Outlook — What to Expect in 2020?


  • We expect strong enforcement by the EC in all areas of EU competition law, as set out in the mission letter of President von der Leyen.
  • A clear priority of Commissioner Vestager will be tackling the issues around big tech and digital topics (data, AI and platforms). There will be a sector inquiry into digital platforms, possibly big tech legislation, and the EC may impose far-reaching measures in abuse of dominance investigations concerning fast-moving markets (interim measures, restorative remedies).
  • The debate and work on a general reform of EU competition rules will continue going forwards. This will include possible changes to the EUMR thresholds, as well as the review of the antitrust block exemption regulations and the EC’s market definition notice. We can also expect a continuation of the “European Champions” debate in 2020.
  • With regard to Brexit, the EU competition rules will continue to apply in the UK until the end of the transition period (which, for now, is 31 December 2020). Future cooperation of the UK with the EU (and EU Member States) will have to be agreed going forwards, as the UK will no longer be a member of the European Competition Network. There are some early signals that the UK may apply a tougher regime going forwards, but it is too early to tell how this will play out.

 


1. The introduction of such thresholds had been considered by the EC already during Commissioner Vestager’s first term in a public consultation on the reform of the EUMR (but no proposals were made in 2019).

2. Likewise in France, there is a proposed law that would require large digital companies identified as “systemic” to notify all of their deals to the French authority for review.

3. Advocate General Tanchev, in a non-binding opinion to the CJEU, opined that the EC cannot impose two separate fines, as the gun-jumping provision subsumes the notification obligation (since both provisions protect the same value, namely avoiding damage to competition).
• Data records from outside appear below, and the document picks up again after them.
"""The estimator issue's acceptance figures on synthetic truth, one row per trace.

For each stimulation frequency (5, 10, 20, 40 Hz by default; any other
takes the same artifact at that frequency), with and without a DAC
staircase (1 kHz unless ``--dac-rate``), and for a pulsatile and a sinusoidal
heartbeat (2 Hz unless ``--heart-hz``; a person at rest has about 1-1.2 Hz, a
macaque 2-3 Hz): a 4 mV artifact with harmonics, 2% heartbeat and 1% respiration
modulation, 40 ppm drift, 1 s ramps, 4 channels of different gains and
signs and a unit locked to the stimulation (von Mises kappa = 1). Prints
the worst channel's spike-band residual (x noise), residual within +-3 Hz
of the harmonics (x neural), LFP error away from those bands, recall
ratio, worst/best sixth, delta PPC and the locked unit's PLV and phase
errors. ``--param NAME=VALUE`` (repeatable; VALUE a Python literal) passes
an estimator parameter to ``clean``. ``--pulse-tau S`` makes the pulsatile
heartbeat a train of alpha-function pulses rising within ``S`` seconds, ten
harmonics falling as ``1 / k^2`` (the default pulse has two, at 0.5 and
0.25 of the fundamental; :func:`artifactclean.synthetic.alpha_pulse_harmonics`).
``--lowpass HZ`` records the traces through an amplifier's anti-aliasing
low-pass at HZ (``ArtifactSpec.lowpass_hz``; 7500 is common at 30 kHz).
``--heart-jitter F`` makes each heartbeat's length differ by F (SD) from
beat to beat (``ArtifactSpec.heart_jitter``; 0.04 is a person at rest).
Figures, not seconds: nothing here is timed.

    python benchmarks/acceptance.py [--method template] [--seconds 20] [--seeds 1 3] [--freqs 5 10 20 40]
                                    [--dac-rate 1000] [--heart-hz 2] [--pulse-tau 0.07] [--lowpass 7500]
                                    [--heart-jitter 0.04] [--param tracking_hz=20 ...]
"""

from __future__ import annotations

import argparse
import ast
import dataclasses
import warnings


def _param(text: str) -> tuple[str, object]:
    name, sep, value = text.partition("=")
    if not sep or not name.strip():
        raise argparse.ArgumentTypeError(f"expected NAME=VALUE, got {text!r}")
    try:
        return name.strip(), ast.literal_eval(value.strip())
    except (ValueError, SyntaxError):
        return name.strip(), value.strip()  # a bare word: a string (method names, "auto", "off")


def main(argv=None) -> list[dict]:
    from artifactclean import DEFAULT_METHOD, clean, make_estimator
    from artifactclean.evaluation import score_cleaning
    from artifactclean.scenarios import SCENARIOS, locked_units
    from artifactclean.synthetic import NeuralSpec, alpha_pulse_harmonics, simulate_recording

    ap = argparse.ArgumentParser(description=__doc__.splitlines()[0])
    ap.add_argument("--method", default=DEFAULT_METHOD)
    ap.add_argument("--seconds", type=float, default=20.0)
    ap.add_argument("--seeds", type=int, nargs="+", default=[1])
    ap.add_argument("--freqs", type=float, nargs="+", default=[5, 10, 20, 40])
    ap.add_argument("--dac-rate", type=float, default=1000.0, help="updates per second of the DAC rows (Hz)")
    ap.add_argument("--heart-hz", type=float, default=SCENARIOS["modulated_20hz"][0].heart_rate_hz,
                    help="heart rate of the traces (Hz)")
    ap.add_argument("--pulse-tau", type=float, default=None, metavar="S",
                    help="the pulsatile heartbeat as alpha-function pulses rising within S seconds (e.g. 0.07)")
    ap.add_argument("--lowpass", type=float, default=None, metavar="HZ",
                    help="the amplifier's anti-aliasing low-pass (Hz, e.g. 7500)")
    ap.add_argument("--heart-jitter", type=float, default=0.0, metavar="F",
                    help="beat-to-beat change of each heartbeat's length, a fraction (SD, e.g. 0.04)")
    ap.add_argument("--param", type=_param, action="append", default=[], metavar="NAME=VALUE",
                    help="an estimator parameter for clean(), e.g. tracking_hz=20 or 'heart_band_hz=(4, 12)'")
    args = ap.parse_args(argv)
    warnings.simplefilter("ignore")
    if not args.dac_rate > 0:
        ap.error(f"--dac-rate must be positive, got {args.dac_rate:g}")
    if not args.heart_hz > 0:
        ap.error(f"--heart-hz must be positive, got {args.heart_hz:g}")
    if args.pulse_tau is not None and not args.pulse_tau > 0:
        ap.error(f"--pulse-tau must be positive, got {args.pulse_tau:g}")
    if not 0 <= args.heart_jitter < 0.25:
        ap.error(f"--heart-jitter must lie in [0, 0.25), got {args.heart_jitter:g}")
    if args.lowpass is not None and not 0 < args.lowpass < 15000:
        ap.error(f"--lowpass must lie between 0 and 15000 Hz (the traces' fs / 2), got {args.lowpass:g}")
    params = dict(args.param)
    try:
        make_estimator(args.method, **params)
    except (ValueError, TypeError) as exc:
        ap.error(str(exc))
    print(f"{args.method!r}, {args.seconds:g} s traces, seeds {args.seeds}, DAC rows at {args.dac_rate:g} Hz, "
          f"heart at {args.heart_hz:g} Hz"
          f"{'' if args.pulse_tau is None else f', alpha pulses of {args.pulse_tau:g} s'}"
          f"{'' if args.lowpass is None else f', amplifier low-pass at {args.lowpass:g} Hz'}"
          f"{f', beats {args.heart_jitter:g} apart' if args.heart_jitter else ''}"
          f"{''.join(f', {k}={v!r}' for k, v in params.items())}; worst channel")
    print(f"{'heartbeat':<10} {'Hz':>3} {'DAC':>4} {'seed':>4} {'spike-band':>10} {'+-3 Hz':>7} {'away':>6} "
          f"{'recall':>7} {'sixth':>6} {'dPPC':>9} {'PLV err':>8} {'phase':>6}")
    rows = []
    for heart in ("pulse", "sine"):
        for f in args.freqs:
            for dac in ("", "_dac"):
                # the built-in modulated scenarios, at any frequency (5, 10, 20 and 40 Hz are theirs)
                art = dataclasses.replace(SCENARIOS["modulated_20hz"][0], freq_hz=f, heart_rate_hz=args.heart_hz,
                                          dac_rate_hz=args.dac_rate if dac else None, lowpass_hz=args.lowpass,
                                          heart_jitter=args.heart_jitter)
                if heart == "sine":
                    art = dataclasses.replace(art, heart_harmonics=())
                elif args.pulse_tau is not None:
                    art = dataclasses.replace(art, heart_harmonics=alpha_pulse_harmonics(args.heart_hz,
                                                                                         args.pulse_tau))
                for seed in args.seeds:
                    rec = simulate_recording(args.seconds, artifact=art, neural=NeuralSpec(units=locked_units()),
                                             seed=seed)
                    s = score_cleaning(rec, clean(rec.data, rec.fs, method=args.method, **params))
                    lu = s["locked_units"][0] if s["locked_units"] else {}
                    row = dict(heart=heart, freq_hz=f, dac=bool(dac), seed=seed,
                               spikeband=max(s["spikeband_residual"]), band=max(s["lfp_band_ratio"]),
                               away=max(s["lfp_error_away"]), recall=s["recall_ratio"],
                               sixth=s["sixth_recall_min_over_max"], delta_ppc=s["delta_ppc"],
                               plv_error=lu.get("plv_error", float("nan")),
                               phase_error_deg=lu.get("preferred_phase_error_deg", float("nan")))
                    rows.append(row)
                    print(f"{heart:<10} {f:>3g} {'yes' if dac else 'no':>4} {seed:>4} {row['spikeband']:>10.3f} "
                          f"{row['band']:>7.2f} {row['away']:>6.3f} {row['recall']:>7.3f} {row['sixth']:>6.3f} "
                          f"{row['delta_ppc']:>+9.1e} {row['plv_error']:>+8.3f} {row['phase_error_deg']:>+6.1f}",
                          flush=True)
    return rows


if __name__ == "__main__":
    main()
Altice, who was fined €124.5 million by the EC for gun-jumping in relation to the acquisition of PT Portugal in 2018, makes the same argument in its pending action against the EC’s decision before the General Court.

4. The information was also relevant for a separate transaction reviewed by the EC, namely Siemens’ acquisition of Gamesa.

5. At EU Member States level (France, Belgium), competition authorities are currently also investigating several purchasing alliances in the retail sector for possible cartel violations.

6. On the latter, see for instance the German-French working paper on algorithms published in November 2019.

7. Also in July 2019, Amazon reached a settlement with the German and Austrian competition authorities on a separate issue related to a change of business terms for online traders that use its marketplace platform.